The most important libraries for web scraping and data preprocessing are as follows ;
- Pandas
- NumPy
- Request
- BeautifulSoup
- Nltk
- String
While extracting articles from the URL, we will also get the links of other pages on the main link. This process follows the following steps:
- Accessing the link using get() function from request library
- Parse the data
- Then find all the href tags and save them in a list using loop.
- The extracted URLs are now accessed one by one in a loop using BeautifulSoup.
- After accessing the URLs, get_text() function will extract articles from each URL.
- Store the data in a DataFrame using Pandas.
-
#Text Cleaning: For a data to be processed in any Machine Learning Model, it must have cleaned the
-
extra spaces
-
punctuation marks
-
characters
-
word lemmatization
-
stop words
-
Lower case all text using lower()
Feature extraction refers to the process of transforming raw data into numerical features that can be processed while preserving the information in the original data set.

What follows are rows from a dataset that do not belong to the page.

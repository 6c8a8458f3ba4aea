// The import rules of eslint.config.js, checked on deliberately wrong code (common practice, no source:
// these are the project's own architecture rules, so the "reference" is the rule text itself).
import { describe, it, expect } from 'vitest';
import { ESLint } from 'eslint';
import tseslint from 'typescript-eslint';
import { fileURLToPath } from 'node:url';
// @ts-expect-error -- the lint config is plain JavaScript without type declarations
import { ENGINE_LAYERS, frontEndRule } from '../../eslint.config.js';

const root = fileURLToPath(new URL('../..', import.meta.url));
const eslint = new ESLint({ cwd: root, overrideConfigFile: 'eslint.config.js' });

async function ruleIds(code: string, filePath: string, linter = eslint): Promise<string[]> {
  const [result] = await linter.lintText(code, { filePath });
  return (result?.messages ?? []).map((m) => m.ruleId ?? m.message);
}

/** One import of `spec` from a file at `filePath`, used so the unused-variable rule stays quiet. */
const importing = (spec: string) => `import { x } from '${spec}';\nexport const y = x;\n`;
const importingType = (spec: string) => `import type { X } from '${spec}';\nexport type Y = X;\n`;

describe('import rules', () => {
  it('refuses renderer → main', async () => {
    expect(await ruleIds(importing('../main/window.ts'), 'renderer/bad.ts')).toContain('no-restricted-imports');
  });
  it('refuses main → renderer', async () => {
    expect(await ruleIds(importing('../renderer/App.ts'), 'main/bad.ts')).toContain('no-restricted-imports');
  });
  it('refuses Node built-ins in the engine', async () => {
    expect(await ruleIds("import { readFileSync } from 'node:fs';\nexport const y = readFileSync;\n", 'src/model/bad.ts')).toContain('no-restricted-imports');
  });
  it('refuses DOM and Node globals in the engine', async () => {
    expect(await ruleIds('export const y = document.title;\n', 'src/model/bad.ts')).toContain('no-restricted-globals');
    expect(await ruleIds('export const y = process.argv;\n', 'src/table/bad.ts')).toContain('no-restricted-globals');
  });
  it('refuses the engine importing the UI', async () => {
    expect(await ruleIds(importing('../../renderer/state.ts'), 'src/model/bad.ts')).toContain('no-restricted-imports');
  });
  it('routes zod through src/schema (jitless under the desktop CSP)', async () => {
    expect(await ruleIds("import { z } from 'zod';\nexport const y = z;\n", 'src/table/bad.ts')).toContain('no-restricted-imports');
    expect(await ruleIds("import { z } from 'zod';\nexport const y = z;\n", 'src/cli/bad.ts')).toContain('no-restricted-imports');
    expect(await ruleIds("import { z } from '../schema/index.ts';\nexport const y = z;\n", 'src/table/ok.ts')).toEqual([]);
  });
  it('allows Node built-ins and process in the CLI and the study layer in the renderer', async () => {
    expect(await ruleIds("import { readFileSync } from 'node:fs';\nexport const y = readFileSync;\n", 'src/cli/ok.ts')).toEqual([]);
    expect(await ruleIds('export const y = process.argv;\n', 'src/cli/ok.ts')).toEqual([]);
    expect(await ruleIds(importing('../src/study/index.ts'), 'renderer/ok.ts')).toEqual([]);
  });
});

describe('engine layers import downward only', () => {
  it('orders the engine folders diagnostics/schema → … → study → cli', () => {
    expect(ENGINE_LAYERS).toEqual([
      ['diagnostics', 'schema'], ['csv', 'linalg', 'bridge'], ['table'], ['model', 'classification'], ['scenario', 'regional'],
      ['report', 'project', 'sut'], ['uncertainty'], ['deliverables'], ['study', 'node-io'], ['cli'],
    ]);
  });
  it.each([
    ['src/table/bad.ts', '../report/index.ts'],
    ['src/regional/bad.ts', '../report/index.ts'],
    ['src/linalg/bad.ts', '../table/index.ts'],
    ['src/model/bad.ts', '../scenario/index.ts'],
    ['src/report/bad.ts', '../study/index.ts'],
    ['src/study/bad.ts', '../cli/index.ts'],
    ['src/uncertainty/bad.ts', '../study/index.ts'],
    ['src/report/bad.ts', '../uncertainty/index.ts'],
    ['src/sut/bad.ts', '../study/index.ts'],
    ['src/deliverables/bad.ts', '../study/index.ts'],
    ['src/report/bad.ts', '../deliverables/index.ts'],
    ['src/classification/bad.ts', '../regional/index.ts'],
    ['src/diagnostics/bad.ts', '../schema/index.ts'],
  ])('refuses %s importing %s (upward or sideways)', async (file, spec) => {
    expect(await ruleIds(importing(spec), file)).toContain('no-restricted-imports');
  });
  it.each([
    ['src/scenario/bad.ts', '../regional/index.ts'],
    ['src/regional/bad.ts', '../scenario/index.ts'],
    ['src/project/bad.ts', '../report/index.ts'],
    ['src/sut/bad.ts', '../report/index.ts'],
    ['src/classification/bad.ts', '../model/index.ts'],
  ])('refuses peers of one layer importing each other: %s → %s', async (file, spec) => {
    expect(await ruleIds(importing(spec), file)).toContain('no-restricted-imports');
  });
  it.each([
    ['src/table/ok.ts', '../csv/index.ts'],
    ['src/model/ok.ts', '../table/index.ts'],
    ['src/scenario/ok.ts', '../model/index.ts'],
    ['src/report/ok.ts', '../scenario/index.ts'],
    ['src/study/ok.ts', '../report/index.ts'],
    ['src/sut/ok.ts', '../regional/index.ts'],
    ['src/study/ok.ts', '../sut/index.ts'],
    ['src/scenario/ok.ts', '../classification/index.ts'],
    ['src/cli/commands/ok.ts', '../../study/index.ts'],
    ['src/cli/ok.ts', '../table/index.ts'],
  ])('allows %s importing %s (downward)', async (file, spec) => {
    expect(await ruleIds(importing(spec), file)).toEqual([]);
  });
  it('refuses an engine folder that is not placed in the order from importing the engine', async () => {
    expect(await ruleIds(importing('../table/index.ts'), 'src/unplaced/bad.ts')).toContain('no-restricted-imports');
    expect(await ruleIds('export const y = document.title;\n', 'src/unplaced/bad.ts')).toContain('no-restricted-globals');
  });
});

describe('folders are entered through their index.ts', () => {
  it('refuses another folder\'s internals from inside the engine', async () => {
    expect(await ruleIds(importing('../model/prepared.ts'), 'src/scenario/bad.ts')).toContain('no-restricted-imports');
    expect(await ruleIds(importing('../../model/analysis.ts'), 'src/cli/commands/bad.ts')).toContain('no-restricted-imports');
  });
  it('allows a folder\'s own modules', async () => {
    expect(await ruleIds(importing('./prepared.ts'), 'src/model/ok.ts')).toEqual([]);
    expect(await ruleIds(importing('../io.ts'), 'src/cli/commands/ok.ts')).toEqual([]);
  });
  it('refuses engine internals from the UI, the shell and shared tests', async () => {
    expect(await ruleIds(importing('../src/model/analysis.ts'), 'renderer/bad.ts')).toContain('no-restricted-imports');
    expect(await ruleIds(importing('../src/diagnostics/errors.ts'), 'main/bad.ts')).toContain('no-restricted-imports');
    expect(await ruleIds(importing('../../src/table/types.ts'), 'test/support/bad.ts')).toContain('no-restricted-imports');
    expect(await ruleIds(importing('../../src/cli/main.ts'), 'test/renderer/bad.test.ts')).toContain('no-restricted-imports');
  });
  it('lets a test under test/src/<folder>/ import that folder\'s modules, and only that folder\'s', async () => {
    expect(await ruleIds(importing('../../../src/model/prepared.ts'), 'test/src/model/ok.test.ts')).toEqual([]);
    expect(await ruleIds(importing('../../../src/table/types.ts'), 'test/src/model/bad.test.ts')).toContain('no-restricted-imports');
  });
  it('keeps every bridge file public (the sandboxed preload bundles only what it uses)', async () => {
    expect(await ruleIds(importing('../src/bridge/contract.ts'), 'main/ok.ts')).toEqual([]);
    expect(await ruleIds(importing('../../src/bridge/files.ts'), 'renderer/bridge/ok.ts')).toEqual([]);
  });
});

describe('front ends through one engine layer (FRONT_END_ENGINE)', () => {
  // The same rule as eslint.config.js builds, with only src/study and src/bridge allowed.
  const studyOnly = new ESLint({
    cwd: root,
    overrideConfigFile: true,
    overrideConfig: [
      { files: ['**/*.ts'], languageOptions: { parser: tseslint.parser }, plugins: { '@typescript-eslint': tseslint.plugin } },
      { files: ['renderer/**/*.ts'], rules: frontEndRule('outside', ['study', 'bridge']) },
      { files: ['src/cli/commands/**/*.ts'], rules: frontEndRule('engine', ['study', 'bridge']) },
    ],
  });
  it('refuses values from other engine folders, from the UI and from CLI commands', async () => {
    expect(await ruleIds(importing('../src/model/index.ts'), 'renderer/bad.ts', studyOnly)).toContain('@typescript-eslint/no-restricted-imports');
    expect(await ruleIds(importing('../../model/index.ts'), 'src/cli/commands/bad.ts', studyOnly)).toContain('@typescript-eslint/no-restricted-imports');
  });
  it('allows the study layer, the bridge and type-only imports', async () => {
    expect(await ruleIds(importing('../src/study/index.ts'), 'renderer/ok.ts', studyOnly)).toEqual([]);
    expect(await ruleIds(importing('../src/bridge/contract.ts'), 'renderer/ok.ts', studyOnly)).toEqual([]);
    expect(await ruleIds(importingType('../src/model/index.ts'), 'renderer/ok.ts', studyOnly)).toEqual([]);
    expect(await ruleIds(importing('../io.ts'), 'src/cli/commands/ok.ts', studyOnly)).toEqual([]);
  });
  it('is switched on in the repository\'s own config: the UI and the CLI commands reach the engine only through src/study', async () => {
    expect(await ruleIds(importing('../src/model/index.ts'), 'renderer/bad.ts')).toContain('@typescript-eslint/no-restricted-imports');
    expect(await ruleIds(importing('../../table/index.ts'), 'src/cli/commands/bad.ts')).toContain('@typescript-eslint/no-restricted-imports');
    expect(await ruleIds(importing('../../study/index.ts'), 'src/cli/commands/ok.ts')).toEqual([]);
  });
  it('keeps src/node-io (Node file I/O) for the CLI and main/ only', async () => {
    const fsImport = "import { readFileSync } from 'node:fs';\nexport const y = readFileSync;\n";
    expect(await ruleIds(fsImport, 'src/node-io/ok.ts')).toEqual([]);
    expect(await ruleIds("import { writeFileAtomic } from '../node-io/index.ts';\nexport const y = writeFileAtomic;\n", 'src/cli/ok.ts')).toEqual([]);
    expect(await ruleIds("import { writeFileAtomic } from '../src/node-io/index.ts';\nexport const y = writeFileAtomic;\n", 'main/ok.ts')).toEqual([]);
    expect(await ruleIds("import { writeFileAtomic } from '../node-io/index.ts';\nexport const y = writeFileAtomic;\n", 'src/model/bad.ts')).toContain('no-restricted-imports');
    expect(await ruleIds("import { writeFileAtomic } from '../../src/node-io/index.ts';\nexport const y = writeFileAtomic;\n", 'renderer/state/bad.ts')).toContain('no-restricted-imports');
  });
});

It yields better results than applying machine learning directly to the raw data. For this purpose, we will tokenize the text using TF-IDF vectorizer and then fit.transform() function will be used on tokenized data. Now we can apply get_feature_names() to get all the features of each article. These new reduced set of features should then be able to summarize most of the information contained in the original set of features. For further clarity, we have find the frequency distribution of each feature.

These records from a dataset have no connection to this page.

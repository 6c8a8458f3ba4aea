// The import rules of test/eslint.config.js, checked on deliberately wrong code (common practice, no source:
// these are the project's own architecture rules, so the "reference" is the rule text itself).
import { describe, it, expect } from 'vitest';
import { ESLint } from 'eslint';
import { fileURLToPath } from 'node:url';

const root = fileURLToPath(new URL('../..', import.meta.url));
const eslint = new ESLint({ cwd: root, overrideConfigFile: 'test/eslint.config.js' });

async function ruleIds(code: string, filePath: string): Promise<string[]> {
  const [result] = await eslint.lintText(code, { filePath });
  return (result?.messages ?? []).map((m) => m.ruleId ?? m.message);
}

describe('import rules', () => {
  it('refuses renderer → main', async () => {
    expect(await ruleIds("import { x } from '../main/window.ts';\nexport const y = x;\n", 'renderer/bad.ts')).toContain('no-restricted-imports');
  });
  it('refuses main → renderer', async () => {
    expect(await ruleIds("import { x } from '../renderer/App.ts';\nexport const y = x;\n", 'main/bad.ts')).toContain('no-restricted-imports');
  });
  it('refuses Node built-ins in the engine', async () => {
    expect(await ruleIds("import { readFileSync } from 'node:fs';\nexport const y = readFileSync;\n", 'src/model/bad.ts')).toContain('no-restricted-imports');
  });
  it('refuses DOM and Node globals in the engine', async () => {
    expect(await ruleIds('export const y = document.title;\n', 'src/model/bad.ts')).toContain('no-restricted-globals');
    expect(await ruleIds('export const y = process.argv;\n', 'src/table/bad.ts')).toContain('no-restricted-globals');
  });
  it('refuses the engine importing the UI', async () => {
    expect(await ruleIds("import { x } from '../../renderer/state.ts';\nexport const y = x;\n", 'src/model/bad.ts')).toContain('no-restricted-imports');
  });
  it('routes zod through src/schema/zod.ts (jitless under the desktop CSP)', async () => {
    expect(await ruleIds("import { z } from 'zod';\nexport const y = z;\n", 'src/table/bad.ts')).toContain('no-restricted-imports');
    expect(await ruleIds("import { z } from '../schema/zod.ts';\nexport const y = z;\n", 'src/table/ok.ts')).toEqual([]);
  });
  it('allows Node built-ins in the CLI and the engine in the renderer', async () => {
    expect(await ruleIds("import { readFileSync } from 'node:fs';\nexport const y = readFileSync;\n", 'src/cli/ok.ts')).toEqual([]);
    expect(await ruleIds("import { luFactor } from '../src/linalg/index.ts';\nexport const y = luFactor;\n", 'renderer/ok.ts')).toEqual([]);
  });
  it('keeps src/node-io (Node file I/O) for the CLI and main/ only', async () => {
    const fsImport = "import { readFileSync } from 'node:fs';\nexport const y = readFileSync;\n";
    expect(await ruleIds(fsImport, 'src/node-io/ok.ts')).toEqual([]);
    expect(await ruleIds("import { writeFileAtomic } from '../node-io/index.ts';\nexport const y = writeFileAtomic;\n", 'src/cli/ok.ts')).toEqual([]);
    expect(await ruleIds("import { writeFileAtomic } from '../src/node-io/index.ts';\nexport const y = writeFileAtomic;\n", 'main/ok.ts')).toEqual([]);
    expect(await ruleIds("import { writeFileAtomic } from '../node-io/index.ts';\nexport const y = writeFileAtomic;\n", 'src/model/bad.ts')).toContain('no-restricted-imports');
    expect(await ruleIds("import { writeFileAtomic } from '../../src/node-io/index.ts';\nexport const y = writeFileAtomic;\n", 'renderer/state/bad.ts')).toContain('no-restricted-imports');
  });
});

Sentiment analysis is basically the process of determining the attitude or the emotion of the writer, i.e., whether it is positive or negative or neutral. The sentiment function of textblob returns two properties, polarity, and subjectivity. Polarity is float which lies in the range of [-1,1] where 1 means positive statement and -1 means a negative statement. Subjective sentences generally refer to personal opinion, emotion or judgment whereas objective refers to factual information. Subjectivity is also a float which lies in the range of [0,1].
For our scrapped articles, we have values for negative, positive, neutral and compound sentiments. Each value defines the scope of each article.